Exercise goal
In the listing beneath this line, copy exactly the lines starting with the one containing "filename daemon/alerts/alert_store.cpp" and going on through the one containing "constexpr const char*".

Data to examine
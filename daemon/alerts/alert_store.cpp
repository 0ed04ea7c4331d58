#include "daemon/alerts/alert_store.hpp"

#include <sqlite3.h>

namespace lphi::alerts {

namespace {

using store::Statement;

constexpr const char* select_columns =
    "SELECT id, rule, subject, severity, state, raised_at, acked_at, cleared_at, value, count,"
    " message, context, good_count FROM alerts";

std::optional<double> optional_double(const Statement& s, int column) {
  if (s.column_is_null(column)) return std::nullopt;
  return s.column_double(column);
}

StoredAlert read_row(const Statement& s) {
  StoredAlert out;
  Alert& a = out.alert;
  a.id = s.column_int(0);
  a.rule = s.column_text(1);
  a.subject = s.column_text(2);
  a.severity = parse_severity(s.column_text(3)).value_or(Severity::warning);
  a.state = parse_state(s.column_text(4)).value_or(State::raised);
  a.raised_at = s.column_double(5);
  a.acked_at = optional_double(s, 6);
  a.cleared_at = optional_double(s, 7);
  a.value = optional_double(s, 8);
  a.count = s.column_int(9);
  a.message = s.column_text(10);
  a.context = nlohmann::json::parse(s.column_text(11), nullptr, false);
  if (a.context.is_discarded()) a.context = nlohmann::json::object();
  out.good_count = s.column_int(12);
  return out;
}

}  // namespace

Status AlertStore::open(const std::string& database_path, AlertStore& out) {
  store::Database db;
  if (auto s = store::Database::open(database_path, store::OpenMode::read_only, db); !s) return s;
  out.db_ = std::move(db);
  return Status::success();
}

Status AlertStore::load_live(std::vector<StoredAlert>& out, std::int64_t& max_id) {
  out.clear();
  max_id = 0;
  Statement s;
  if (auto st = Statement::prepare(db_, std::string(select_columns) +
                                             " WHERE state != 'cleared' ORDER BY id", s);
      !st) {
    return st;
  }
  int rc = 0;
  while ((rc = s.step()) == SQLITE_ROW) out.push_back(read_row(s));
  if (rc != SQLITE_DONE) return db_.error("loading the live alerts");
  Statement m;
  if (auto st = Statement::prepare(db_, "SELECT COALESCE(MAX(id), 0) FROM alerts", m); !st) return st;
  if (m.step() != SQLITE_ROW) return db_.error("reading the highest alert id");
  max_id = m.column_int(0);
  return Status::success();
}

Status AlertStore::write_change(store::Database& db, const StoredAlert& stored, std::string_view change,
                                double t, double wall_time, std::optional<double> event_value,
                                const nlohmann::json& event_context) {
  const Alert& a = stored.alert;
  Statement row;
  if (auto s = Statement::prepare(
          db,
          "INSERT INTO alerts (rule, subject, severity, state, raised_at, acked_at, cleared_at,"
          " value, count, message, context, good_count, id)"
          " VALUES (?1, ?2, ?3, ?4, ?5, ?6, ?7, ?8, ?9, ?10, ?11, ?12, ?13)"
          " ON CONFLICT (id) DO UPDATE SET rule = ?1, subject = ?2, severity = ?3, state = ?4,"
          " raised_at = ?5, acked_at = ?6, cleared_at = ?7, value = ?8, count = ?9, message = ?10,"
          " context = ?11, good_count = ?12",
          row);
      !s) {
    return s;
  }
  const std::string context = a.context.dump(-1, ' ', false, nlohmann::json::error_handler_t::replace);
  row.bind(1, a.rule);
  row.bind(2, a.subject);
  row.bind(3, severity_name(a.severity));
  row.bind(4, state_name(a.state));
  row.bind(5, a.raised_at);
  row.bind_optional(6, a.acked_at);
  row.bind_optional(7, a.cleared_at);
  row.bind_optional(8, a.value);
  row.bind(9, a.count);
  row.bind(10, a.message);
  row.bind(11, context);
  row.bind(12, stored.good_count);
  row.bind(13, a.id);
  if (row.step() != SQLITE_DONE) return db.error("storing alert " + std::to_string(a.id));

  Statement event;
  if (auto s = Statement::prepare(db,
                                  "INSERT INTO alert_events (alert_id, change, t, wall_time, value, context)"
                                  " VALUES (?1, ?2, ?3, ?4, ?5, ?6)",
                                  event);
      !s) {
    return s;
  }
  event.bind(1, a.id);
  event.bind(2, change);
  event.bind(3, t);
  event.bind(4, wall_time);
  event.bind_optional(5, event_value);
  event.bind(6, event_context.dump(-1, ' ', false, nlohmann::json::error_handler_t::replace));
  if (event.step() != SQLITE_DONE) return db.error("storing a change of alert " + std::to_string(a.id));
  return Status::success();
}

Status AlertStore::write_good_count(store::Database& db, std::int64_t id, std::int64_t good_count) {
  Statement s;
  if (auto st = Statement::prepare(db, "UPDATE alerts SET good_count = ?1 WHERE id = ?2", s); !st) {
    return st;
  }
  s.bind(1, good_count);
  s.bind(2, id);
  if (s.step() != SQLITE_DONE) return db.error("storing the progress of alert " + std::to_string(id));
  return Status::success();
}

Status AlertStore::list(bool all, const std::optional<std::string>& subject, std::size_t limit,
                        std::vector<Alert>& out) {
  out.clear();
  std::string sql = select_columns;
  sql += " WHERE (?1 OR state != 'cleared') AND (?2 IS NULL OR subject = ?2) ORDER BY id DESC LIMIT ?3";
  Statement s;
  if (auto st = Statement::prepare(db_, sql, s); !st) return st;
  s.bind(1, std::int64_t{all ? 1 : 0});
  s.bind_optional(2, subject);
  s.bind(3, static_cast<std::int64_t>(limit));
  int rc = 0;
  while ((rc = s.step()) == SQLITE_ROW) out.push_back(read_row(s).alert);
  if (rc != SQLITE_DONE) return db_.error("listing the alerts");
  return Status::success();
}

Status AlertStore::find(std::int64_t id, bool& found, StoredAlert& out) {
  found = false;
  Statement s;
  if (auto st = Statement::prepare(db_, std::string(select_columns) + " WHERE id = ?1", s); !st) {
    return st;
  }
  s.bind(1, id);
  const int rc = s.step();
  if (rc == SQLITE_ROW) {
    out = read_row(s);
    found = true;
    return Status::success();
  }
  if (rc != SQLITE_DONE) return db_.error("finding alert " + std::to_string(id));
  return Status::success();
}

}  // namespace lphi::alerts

* * *

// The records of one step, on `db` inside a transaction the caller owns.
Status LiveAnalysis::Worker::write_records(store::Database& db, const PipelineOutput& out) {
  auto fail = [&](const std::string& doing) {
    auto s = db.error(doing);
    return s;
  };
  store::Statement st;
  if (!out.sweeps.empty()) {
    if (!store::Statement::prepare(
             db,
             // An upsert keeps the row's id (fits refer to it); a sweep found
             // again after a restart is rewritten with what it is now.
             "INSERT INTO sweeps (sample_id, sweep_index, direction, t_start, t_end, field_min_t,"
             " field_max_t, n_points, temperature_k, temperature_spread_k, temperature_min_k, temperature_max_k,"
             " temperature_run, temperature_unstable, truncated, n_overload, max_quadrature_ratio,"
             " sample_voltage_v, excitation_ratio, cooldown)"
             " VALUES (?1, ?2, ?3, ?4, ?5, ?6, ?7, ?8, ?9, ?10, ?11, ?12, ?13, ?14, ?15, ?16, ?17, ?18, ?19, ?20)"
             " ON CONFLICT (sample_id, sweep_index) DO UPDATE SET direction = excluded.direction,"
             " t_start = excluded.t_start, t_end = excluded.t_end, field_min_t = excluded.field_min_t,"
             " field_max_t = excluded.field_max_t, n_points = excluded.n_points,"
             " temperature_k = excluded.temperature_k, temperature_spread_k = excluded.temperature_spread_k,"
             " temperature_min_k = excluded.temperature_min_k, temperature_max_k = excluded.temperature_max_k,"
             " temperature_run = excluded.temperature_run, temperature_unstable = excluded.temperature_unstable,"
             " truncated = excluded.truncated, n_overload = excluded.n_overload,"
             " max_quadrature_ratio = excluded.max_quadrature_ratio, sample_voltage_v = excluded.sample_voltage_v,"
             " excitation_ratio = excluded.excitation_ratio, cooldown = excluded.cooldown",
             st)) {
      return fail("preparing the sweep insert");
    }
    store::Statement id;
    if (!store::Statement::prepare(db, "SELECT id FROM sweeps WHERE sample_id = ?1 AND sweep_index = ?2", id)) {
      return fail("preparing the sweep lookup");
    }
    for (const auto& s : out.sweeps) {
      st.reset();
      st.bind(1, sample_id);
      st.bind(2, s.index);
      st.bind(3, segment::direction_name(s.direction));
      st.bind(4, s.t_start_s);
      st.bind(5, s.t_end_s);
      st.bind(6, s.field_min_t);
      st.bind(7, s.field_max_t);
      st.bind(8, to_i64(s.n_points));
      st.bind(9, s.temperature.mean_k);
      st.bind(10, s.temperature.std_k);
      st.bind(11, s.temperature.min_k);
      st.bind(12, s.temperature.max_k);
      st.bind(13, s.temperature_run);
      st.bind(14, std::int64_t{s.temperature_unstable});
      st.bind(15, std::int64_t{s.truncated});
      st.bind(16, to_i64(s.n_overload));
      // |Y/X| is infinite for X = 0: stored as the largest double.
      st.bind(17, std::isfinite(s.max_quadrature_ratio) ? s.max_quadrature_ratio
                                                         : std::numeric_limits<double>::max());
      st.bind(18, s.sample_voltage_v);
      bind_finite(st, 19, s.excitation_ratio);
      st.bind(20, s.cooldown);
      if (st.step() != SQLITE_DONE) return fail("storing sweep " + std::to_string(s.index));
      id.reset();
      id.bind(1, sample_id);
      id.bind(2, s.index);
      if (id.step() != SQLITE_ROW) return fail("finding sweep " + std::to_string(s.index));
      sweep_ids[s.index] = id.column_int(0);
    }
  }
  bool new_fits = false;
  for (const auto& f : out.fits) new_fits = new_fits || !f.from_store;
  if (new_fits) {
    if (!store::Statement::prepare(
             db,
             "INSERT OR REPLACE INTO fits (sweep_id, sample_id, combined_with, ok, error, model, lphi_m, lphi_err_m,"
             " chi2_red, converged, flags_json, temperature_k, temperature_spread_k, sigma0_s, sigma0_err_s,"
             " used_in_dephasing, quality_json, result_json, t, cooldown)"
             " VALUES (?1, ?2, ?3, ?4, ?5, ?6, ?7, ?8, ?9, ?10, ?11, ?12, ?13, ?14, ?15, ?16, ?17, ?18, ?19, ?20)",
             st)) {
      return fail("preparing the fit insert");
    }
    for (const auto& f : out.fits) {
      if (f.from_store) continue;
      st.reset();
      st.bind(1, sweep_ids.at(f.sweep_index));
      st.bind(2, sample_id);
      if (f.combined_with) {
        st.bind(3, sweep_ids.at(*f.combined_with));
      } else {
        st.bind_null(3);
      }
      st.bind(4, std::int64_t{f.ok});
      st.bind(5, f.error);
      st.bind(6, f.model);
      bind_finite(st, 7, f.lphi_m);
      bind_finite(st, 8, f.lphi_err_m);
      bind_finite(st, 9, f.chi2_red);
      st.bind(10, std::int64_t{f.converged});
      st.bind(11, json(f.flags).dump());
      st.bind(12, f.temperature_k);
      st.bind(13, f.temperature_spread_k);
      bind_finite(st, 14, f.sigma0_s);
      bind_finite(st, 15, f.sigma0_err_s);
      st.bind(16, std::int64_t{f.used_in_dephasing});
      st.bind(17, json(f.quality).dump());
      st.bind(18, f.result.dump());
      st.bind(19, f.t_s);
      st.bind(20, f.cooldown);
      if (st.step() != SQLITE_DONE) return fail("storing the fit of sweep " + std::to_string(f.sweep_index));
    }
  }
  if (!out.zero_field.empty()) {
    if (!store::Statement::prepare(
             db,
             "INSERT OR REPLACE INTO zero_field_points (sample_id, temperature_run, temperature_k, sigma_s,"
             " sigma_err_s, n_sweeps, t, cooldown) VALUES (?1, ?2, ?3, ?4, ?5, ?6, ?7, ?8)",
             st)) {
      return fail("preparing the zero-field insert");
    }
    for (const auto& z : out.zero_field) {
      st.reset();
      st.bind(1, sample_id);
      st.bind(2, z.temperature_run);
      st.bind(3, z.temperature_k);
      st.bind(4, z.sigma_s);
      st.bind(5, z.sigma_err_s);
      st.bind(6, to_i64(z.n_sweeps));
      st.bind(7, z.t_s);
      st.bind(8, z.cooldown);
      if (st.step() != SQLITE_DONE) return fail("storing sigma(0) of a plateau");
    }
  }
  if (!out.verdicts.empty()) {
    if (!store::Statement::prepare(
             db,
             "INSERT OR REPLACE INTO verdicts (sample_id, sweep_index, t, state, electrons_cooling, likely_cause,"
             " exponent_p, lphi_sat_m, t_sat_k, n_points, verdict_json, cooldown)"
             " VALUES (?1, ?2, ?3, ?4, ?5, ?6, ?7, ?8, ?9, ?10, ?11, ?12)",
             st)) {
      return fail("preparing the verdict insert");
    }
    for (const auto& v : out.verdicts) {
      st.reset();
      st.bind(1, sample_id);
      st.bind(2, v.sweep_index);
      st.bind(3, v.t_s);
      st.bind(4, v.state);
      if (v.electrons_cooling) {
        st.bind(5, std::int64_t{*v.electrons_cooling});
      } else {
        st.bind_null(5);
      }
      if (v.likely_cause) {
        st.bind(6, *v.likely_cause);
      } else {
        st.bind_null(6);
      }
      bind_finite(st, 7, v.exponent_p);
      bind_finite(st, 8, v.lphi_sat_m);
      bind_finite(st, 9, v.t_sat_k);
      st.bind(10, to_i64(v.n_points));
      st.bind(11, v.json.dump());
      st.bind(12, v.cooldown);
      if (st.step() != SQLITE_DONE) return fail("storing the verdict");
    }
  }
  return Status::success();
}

Response
filename daemon/alerts/alert_store.cpp
repository 0ed04ea7c4331d58
#include "daemon/alerts/alert_store.hpp"

#include <sqlite3.h>

namespace lphi::alerts {

namespace {

using store::Statement;

constexpr const char* select_columns =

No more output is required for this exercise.